import { once } from "node:events";
import { createWriteStream, type WriteStream } from "node:fs";
import type { Plan } from "../plan/index.ts";
import { textOf } from "./compression.ts";
import { count, type Engine, text } from "./engine.ts";
import type { LogFile } from "./files.ts";
import type { Layout } from "./layout.ts";
import { reasonText } from "./ledger.ts";
import { delimiterOf, quoted, recordBatches, unlessEndless } from "./records.ts";
import type { FileGroup } from "./source.ts";
import { type Dialect, REASON, rejectedOrdinals, rejectedTexts, rejectsByFile, sql } from "./sql/index.ts";
import type { Step } from "./zone.ts";

interface Rejected {
  /** Physical line, of Parquet the row; null where it cannot be told. */
  readonly line: number | null;
  readonly reason: number;
  /** Quotes spoilt the record, or those of one above swallowed it: said in place of the reason. */
  readonly isSpoilt?: boolean;
  readonly text: string;
}
const SPOILT = "cannot be read: a quote in it or above it does not close where a cell ends";

/** The log as it was read. */
export interface ReadLog {
  readonly plan: Plan;
  readonly layout: Layout;
  readonly files: readonly LogFile[];
  readonly groups: readonly FileGroup[];
  readonly zone: readonly Step<bigint>[];
}

/**
 * Writes rejects.csv: file, line, reason, text of every rejected row. The first reading knows no lines, so the files with
 * rejected rows are read once more: the engine says which rows, in order, and the file's own text says on which lines.
 */
export async function writeRejects(to: string, log: ReadLog, engine: Engine, dialect: Dialect): Promise<void> {
  const out = createWriteStream(to);
  const write = lineWriter(out);
  await write(["file", "line", "reason", "text"]);
  for (const row of await engine.query(rejectsByFile(REASON.unreadable, REASON.notText))) {
    const index = count(row, "file");
    const file = log.files[index];
    const group = log.groups.find((one) => one.files.some((member) => member.index === index));
    if (file === undefined || group === undefined)
      throw new Error(`rejected rows of file ${index}, which was not read`);
    const own = { ...group, files: group.files.filter((member) => member.index === index) };
    const expected = {
      rows: count(row, "rows"),
      unreadable: count(row, "unreadable"),
      notText: count(row, "not_text"),
    };
    const found = (await rejectedOf(file, own, expected, log, engine, dialect)) ?? (await withoutLines(index, engine));
    for (const one of found) {
      const why = one.isSpoilt === true ? SPOILT : reasonText(one.reason, log.layout);
      await write([file.name, one.line === null ? "" : String(one.line), why, one.text]);
    }
  }
  out.end();
  await once(out, "close");
}

interface Expected {
  readonly rows: number;
  readonly unreadable: number;
  readonly notText: number;
}

/** Null when the second reading does not find what the first one rejected: then the lines cannot be told. */
async function rejectedOf(
  file: LogFile,
  group: FileGroup,
  expected: Expected,
  log: ReadLog,
  engine: Engine,
  dialect: Dialect,
): Promise<Rejected[] | null> {
  const judged = await engine.queryInFileOrder(rejectedOrdinals(log.plan, log.layout, group, log.zone, dialect));
  if (group.format !== "parquet") {
    await engine.run(sql`DROP TABLE reject_errors`);
    await engine.run(sql`DROP TABLE reject_scans`);
  }
  const readable = judged.map((row) => ({
    line: count(row, "ordinal"),
    reason: count(row, "reason"),
    text: text(row, "text"),
  }));
  if (file.format === "ndjson" || file.format === "parquet") {
    return readable.length === expected.rows ? readable : null;
  }
  const reasons = new Map(readable.map((row) => [row.line, row.reason]));
  const found = await placedRows(file, group, reasons, expected.notText > 0).catch(unlessEndless);
  if (found === null) return null;
  const of = (reason: number) => found.filter((row) => row.reason === reason).length;
  const isAlike =
    found.length === expected.rows &&
    of(REASON.unreadable) === expected.unreadable &&
    of(REASON.notText) === expected.notText;
  return isAlike ? found : null;
}

/** Cuts the file's text into records and takes those that cannot be cut, and those whose ordinal has a reason. */
async function placedRows(
  file: LogFile,
  group: FileGroup,
  reasons: ReadonlyMap<number, number>,
  hasBrokenText: boolean,
): Promise<Rejected[]> {
  const found: Rejected[] = [];
  let isHeader = true;
  let ordinal = 0;
  for await (const batch of recordBatches(textOf(file.path), delimiterOf(file.format))) {
    for (const { line, text, width } of batch) {
      if (isHeader) {
        isHeader = false;
      } else if (hasBrokenText && text.includes("\uFFFD")) {
        // Bytes that are no UTF-8 are decoded to this sign.
        found.push({ line, reason: REASON.notText, text });
      } else if (width !== group.columns.length) {
        found.push({ line, reason: REASON.unreadable, isSpoilt: width === null, text });
      } else {
        ordinal += 1;
        const reason = reasons.get(ordinal);
        if (reason !== undefined) found.push({ line, reason, text });
      }
    }
  }
  return found;
}

async function withoutLines(file: number, engine: Engine): Promise<Rejected[]> {
  const rows = await engine.query(rejectedTexts(file));
  return rows.map((row) => ({ line: null, reason: count(row, "reason"), text: String(row.text ?? "") }));
}

/** Writes rows as RFC 4180 has them, no faster than the disk takes them. */
function lineWriter(out: WriteStream): (cells: readonly string[]) => Promise<void> {
  return async (cells) => {
    const line = cells.map((cell) => (/[",\r\n]/.test(cell) ? quoted(cell) : cell)).join(",");
    if (!out.write(`${line}\n`)) await once(out, "drain");
  };
}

──────────

Would you please return all lines from the listing above that contain "export"?

## ANSWER
export interface ReadLog {
export async function writeRejects(to: string, log: ReadLog, engine: Engine, dialect: Dialect): Promise<void> {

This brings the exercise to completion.